@dataclass(eq=False)
class Problem:
    """Residuals (observed less predicted, over the uncertainty) of a study's N points, then
    those of its priors (what was known less the value, over its error)."""

    parameters: Parameters
    forward: Forward
    sets: tuple[Points, ...]
    observed: Vector
    sigma: Vector
    weighted: bool
    n_evaluations: int = 0
    progress: Callable[[float, str], None] | None = None
    stage: str = ""
    _first: bool = field(default=True, repr=False)
    _last: tuple[bytes, Vector, Vector, bool] | None = field(default=None, repr=False)

    def residuals(self, theta: Vector) -> Vector:
        """(observed − predicted)/σ of points and priors, shape (N + priors,)."""
        return self._at(theta, slopes=self.forward.cache.exact)[0]

    def slopes(self, theta: Vector) -> Vector:
        """Exact derivatives of the residuals by the free parameters, (N + priors, n_free)."""
        jacobian = self._at(theta, slopes=True)[1]
        if not (np.abs(jacobian) < FINITE).all():
            raise self.ran_away(theta)
        if self._first:
            self._first = False
            self._refuse_idle(theta, jacobian)
        return jacobian

    def _at(self, theta: Vector, slopes: bool) -> tuple[Vector, Vector]:
        """Residuals and slopes, worked out together (these cost no more solves, if they are
        exact) and kept for the next question."""
        key = theta.tobytes()
        if self._last is not None and self._last[0] == key and not (slopes and not self._last[3]):
            return self._last[1], self._last[2]
        if not np.all(np.isfinite(theta)) or np.abs(theta).max(initial=0.0) > FINITE:
            raise self.ran_away(theta)
        values = self.parameters.values(theta)
        try:
            found = [self.forward.evaluate(points, values, slopes) for points in self.sets]
        except OverflowError:
            raise self.ran_away(theta) from None
        residuals = (self.observed - np.concatenate([f.value for f in found])) / self.sigma
        jacobian = -np.concatenate([f.slopes for f in found]) / self.sigma[:, None]
        for p in self.parameters.priors:
            if p.prior is not None:
                known, error = p.prior
                residuals = np.append(residuals, (known - values.value[p.name]) / error)
                slope = values.slope[p.name][None] / error
                jacobian = np.vstack([jacobian, -slope[:, : jacobian.shape[1]]])
        if not (np.abs(residuals) < FINITE).all():
            raise self.ran_away(theta)
        if self._last is None or self._last[0] != key:
            self.n_evaluations += 1
        self._last = (key, residuals, jacobian, slopes)
        if self.progress is not None:
            # The number of steps is not known beforehand; this creeps towards the end.
            done = 1 - 1 / (1 + self.n_evaluations / 10)
            solves = self.forward.cache.n_solves
            text = f"chi square {float(residuals @ residuals):.6g}, {solves} spectra"
            self.progress(done, self.stage + text)
        return residuals, jacobian

    def ran_away(self, theta: Vector) -> StudyError:
        """The error where the model's points, or their slopes, are no longer usable numbers."""
        free, start = self.parameters.free, self.parameters.start
        if np.array_equal(theta, start):
            shown = ", ".join(f"{p.name} = {x:g}" for p, x in zip(free, start, strict=True))
            return StudyError(
                f"at the start, {shown}, the model and the data over their uncertainties are too "
                "far apart to compute with; check the starts, the units and the uncertainties"
            )
        far = np.abs(theta) / np.maximum(np.abs(start), 1e-3 * np.abs(start).max(initial=1.0))
        k = int(np.argmax(np.where(np.isfinite(far), far, np.inf)))
        return StudyError(
            f"parameters.{free[k].name} ran away from its start {start[k]:g} to {theta[k]:g}, "
            "where the model gives no usable numbers; give it bounds, another start or a fixed "
            "value"
        )

    def reach(self, theta: Vector) -> Vector:
        """By how much each free parameter could at all differ, (n_free,); NaN where any size may.

        A coupling by itself, its start, the largest coupling or the highest temperature; an
        auxiliary parameter by what changes a coupling so; χ0, ρ and their like, which the data
        depend on linearly or which have limits, cannot run away.
        """
        p = self.parameters
        now, then = p.values(theta), p.values(p.start)
        scale = max(float(np.abs(self.forward.couplings(v)).max(initial=0.0)) for v in (now, then))
        scale = max(scale, self.hottest)
        found = np.maximum(np.abs(theta), np.abs(p.start))
        names = list(self.forward.model.couplings)
        for k, parameter in enumerate(p.free):
            if parameter.role == "weiss_temperature":
                found[k] = max(found[k], self.hottest * self.forward.kelvin)
            elif parameter.role == "intercluster_coupling":
                found[k] = max(found[k], scale)
            elif parameter.role not in ("coupling", "auxiliary", "g"):
                found[k] = math.nan
            elif parameter.role != "g":
                steep = max((abs(float(now.slope[name][k])) for name in names), default=0.0)
                found[k] = max(found[k], scale / steep if steep > 0 else 0.0)
        return found

    @property
    def hottest(self) -> float:
        """The highest temperature of the points, in the model's energy unit."""
        highest = max(float(points.temperature.max()) for points in self.sets)
        return highest / self.forward.kelvin

    def _refuse_idle(self, theta: Vector, jacobian: Vector) -> None:
        values = self.parameters.values(theta)
        largest = float(np.abs(self.forward.couplings(values)).max(initial=0.0))
        for k, parameter in enumerate(self.parameters.free):
            if parameter.role not in ("coupling", "g", "paramagnetic_fraction", "auxiliary"):
                continue  # whether it matters was known from the quantities
            reach = max(abs(float(theta[k])), largest if parameter.role == "coupling" else 1.0)
            moved = float(np.linalg.norm(jacobian[:, k])) * reach
            if moved < IDLE * float(np.linalg.norm(self.observed / self.sigma)):
                raise StudyError(
                    f"the data do not change with parameters.{parameter.name} at its start "
                    f"{theta[k]:g}; fix it, or start it elsewhere"
                )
....................
» **Work instructions**
Exactly as they appear above, the records are to be transcribed in full.

» **Task answer**
@dataclass(eq=False)
class Problem:
    """Residuals (observed less predicted, over the uncertainty) of a study's N points, then
    those of its priors (what was known less the value, over its error)."""

    parameters: Parameters
    forward: Forward
    sets: tuple[Points, ...]
    observed: Vector
    sigma: Vector
    weighted: bool
    n_evaluations: int = 0
    progress: Callable[[float, str], None] | None = None
    stage: str = ""
    _first: bool = field(default=True, repr=False)
    _last: tuple[bytes, Vector, Vector, bool] | None = field(default=None, repr=False)

    def residuals(self, theta: Vector) -> Vector:
        """(observed − predicted)/σ of points and priors, shape (N + priors,)."""
        return self._at(theta, slopes=self.forward.cache.exact)[0]

    def slopes(self, theta: Vector) -> Vector:
        """Exact derivatives of the residuals by the free parameters, (N + priors, n_free)."""
        jacobian = self._at(theta, slopes=True)[1]
        if not (np.abs(jacobian) < FINITE).all():
            raise self.ran_away(theta)
        if self._first:
            self._first = False
            self._refuse_idle(theta, jacobian)
        return jacobian

    def _at(self, theta: Vector, slopes: bool) -> tuple[Vector, Vector]:
        """Residuals and slopes, worked out together (these cost no more solves, if they are
        exact) and kept for the next question."""
        key = theta.tobytes()
        if self._last is not None and self._last[0] == key and not (slopes and not self._last[3]):
            return self._last[1], self._last[2]
        if not np.all(np.isfinite(theta)) or np.abs(theta).max(initial=0.0) > FINITE:
            raise self.ran_away(theta)
        values = self.parameters.values(theta)
        try:
            found = [self.forward.evaluate(points, values, slopes) for points in self.sets]
        except OverflowError:
            raise self.ran_away(theta) from None
        residuals = (self.observed - np.concatenate([f.value for f in found])) / self.sigma
        jacobian = -np.concatenate([f.slopes for f in found]) / self.sigma[:, None]
        for p in self.parameters.priors:
            if p.prior is not None:
                known, error = p.prior
                residuals = np.append(residuals, (known - values.value[p.name]) / error)
                slope = values.slope[p.name][None] / error
                jacobian = np.vstack([jacobian, -slope[:, : jacobian.shape[1]]])
        if not (np.abs(residuals) < FINITE).all():
            raise self.ran_away(theta)
        if self._last is None or self._last[0] != key:
            self.n_evaluations += 1
        self._last = (key, residuals, jacobian, slopes)
        if self.progress is not None:
            # The number of steps is not known beforehand; this creeps towards the end.
            done = 1 - 1 / (1 + self.n_evaluations / 10)
            solves = self.forward.cache.n_solves
            text = f"chi square {float(residuals @ residuals):.6g}, {solves} spectra"
            self.progress(done, self.stage + text)
        return residuals, jacobian

    def ran_away(self, theta: Vector) -> StudyError:
        """The error where the model's points, or their slopes, are no longer usable numbers."""
        free, start = self.parameters.free, self.parameters.start
        if np.array_equal(theta, start):
            shown = ", ".join(f"{p.name} = {x:g}" for p, x in zip(free, start, strict=True))
            return StudyError(
                f"at the start, {shown}, the model and the data over their uncertainties are too "
                "far apart to compute with; check the starts, the units and the uncertainties"
            )
        far = np.abs(theta) / np.maximum(np.abs(start), 1e-3 * np.abs(start).max(initial=1.0))
        k = int(np.argmax(np.where(np.isfinite(far), far, np.inf)))
        return StudyError(
            f"parameters.{free[k].name} ran away from its start {start[k]:g} to {theta[k]:g}, "
            "where the model gives no usable numbers; give it bounds, another start or a fixed "
            "value"
        )

    def reach(self, theta: Vector) -> Vector:
        """By how much each free parameter could at all differ, (n_free,); NaN where any size may.

        A coupling by itself, its start, the largest coupling or the highest temperature; an
        auxiliary parameter by what changes a coupling so; χ0, ρ and their like, which the data
        depend on linearly or which have limits, cannot run away.
        """
        p = self.parameters
        now, then = p.values(theta), p.values(p.start)
        scale = max(float(np.abs(self.forward.couplings(v)).max(initial=0.0)) for v in (now, then))
        scale = max(scale, self.hottest)
        found = np.maximum(np.abs(theta), np.abs(p.start))
        names = list(self.forward.model.couplings)
        for k, parameter in enumerate(p.free):
            if parameter.role == "weiss_temperature":
                found[k] = max(found[k], self.hottest * self.forward.kelvin)
            elif parameter.role == "intercluster_coupling":
                found[k] = max(found[k], scale)
            elif parameter.role not in ("coupling", "auxiliary", "g"):
                found[k] = math.nan
            elif parameter.role != "g":
                steep = max((abs(float(now.slope[name][k])) for name in names), default=0.0)
                found[k] = max(found[k], scale / steep if steep > 0 else 0.0)
        return found

    @property
    def hottest(self) -> float:
        """The highest temperature of the points, in the model's energy unit."""
        highest = max(float(points.temperature.max()) for points in self.sets)
        return highest / self.forward.kelvin

    def _refuse_idle(self, theta: Vector, jacobian: Vector) -> None:
        values = self.parameters.values(theta)
        largest = float(np.abs(self.forward.couplings(values)).max(initial=0.0))
        for k, parameter in enumerate(self.parameters.free):
            if parameter.role not in ("coupling", "g", "paramagnetic_fraction", "auxiliary"):
                continue  # whether it matters was known from the quantities
            reach = max(abs(float(theta[k])), largest if parameter.role == "coupling" else 1.0)
            moved = float(np.linalg.norm(jacobian[:, k])) * reach
            if moved < IDLE * float(np.linalg.norm(self.observed / self.sigma)):
                raise StudyError(
                    f"the data do not change with parameters.{parameter.name} at its start "
                    f"{theta[k]:g}; fix it, or start it elsewhere"
                )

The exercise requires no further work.